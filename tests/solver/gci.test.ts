import { describe, expect, it } from 'vitest';
import { gridConvergenceIndex } from '../../solver/gci.js';

describe('grid convergence index', () => {
	it("reproduces Celik et al.'s (2008) worked example (#32)", () => {
		// PHYSICS §15 #32 [D]: N = 18000, 8000, 4500 cells in 2-D, so h ∝ N^(-1/2); φ = 6.063, 5.972, 5.863
		// → p = 1.534, φ_ext = 6.1685, e_a = 1.501 %, e_ext = 1.710 %, GCI = 2.175 % (the paper: 1.53, 6.1685, 1.5 %, 1.7 %, 2.2 %)
		const h = [18000, 8000, 4500].map((n) => 1 / Math.sqrt(n)) as [number, number, number];
		const g = gridConvergenceIndex({ cellSizes: h, values: [6.063, 5.972, 5.863] });
		expect(Math.abs(g.order - 1.534)).toBeLessThan(1e-3);
		expect(Math.abs(g.extrapolated - 6.1685)).toBeLessThan(1e-3);
		expect(Math.abs(g.approximateRelativeError - 0.01501)).toBeLessThan(1e-5);
		expect(Math.abs(g.extrapolatedRelativeError - 0.0171)).toBeLessThan(1e-4);
		expect(Math.abs(g.gciFine - 0.02175)).toBeLessThan(1e-4);
		expect(g.oscillatory).toBe(false);
	});

	it('recovers the order and the limit of an exactly second-order sequence', () => {
		// φ(h) = 1 + h²: p = 2 and φ_ext = 1 exactly (Richardson extrapolation)
		const g = gridConvergenceIndex({ cellSizes: [0.1, 0.2, 0.4], values: [1.01, 1.04, 1.16] });
		expect(g.order).toBeCloseTo(2, 10);
		expect(g.extrapolated).toBeCloseTo(1, 10);
	});

	it('flags oscillatory convergence and refuses grids out of order', () => {
		expect(gridConvergenceIndex({ cellSizes: [0.1, 0.2, 0.4], values: [1.0, 1.02, 0.99] }).oscillatory).toBe(true);
		expect(() => gridConvergenceIndex({ cellSizes: [0.2, 0.1, 0.4], values: [1, 1, 1] })).toThrow(/finest/);
	});
});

__Exercise directions__. Collect the lines of the records that include the string "expect".

__Output for this exercise__.
import { describe, expect, it } from 'vitest';
		expect(Math.abs(g.order - 1.534)).toBeLessThan(1e-3);
		expect(Math.abs(g.extrapolated - 6.1685)).toBeLessThan(1e-3);
		expect(Math.abs(g.approximateRelativeError - 0.01501)).toBeLessThan(1e-5);
		expect(Math.abs(g.extrapolatedRelativeError - 0.0171)).toBeLessThan(1e-4);
		expect(Math.abs(g.gciFine - 0.02175)).toBeLessThan(1e-4);
		expect(g.oscillatory).toBe(false);
		expect(g.order).toBeCloseTo(2, 10);
		expect(g.extrapolated).toBeCloseTo(1, 10);
		expect(gridConvergenceIndex({ cellSizes: [0.1, 0.2, 0.4], values: [1.0, 1.02, 0.99] }).oscillatory).toBe(true);
		expect(() => gridConvergenceIndex({ cellSizes: [0.2, 0.1, 0.4], values: [1, 1, 1] })).toThrow(/finest/);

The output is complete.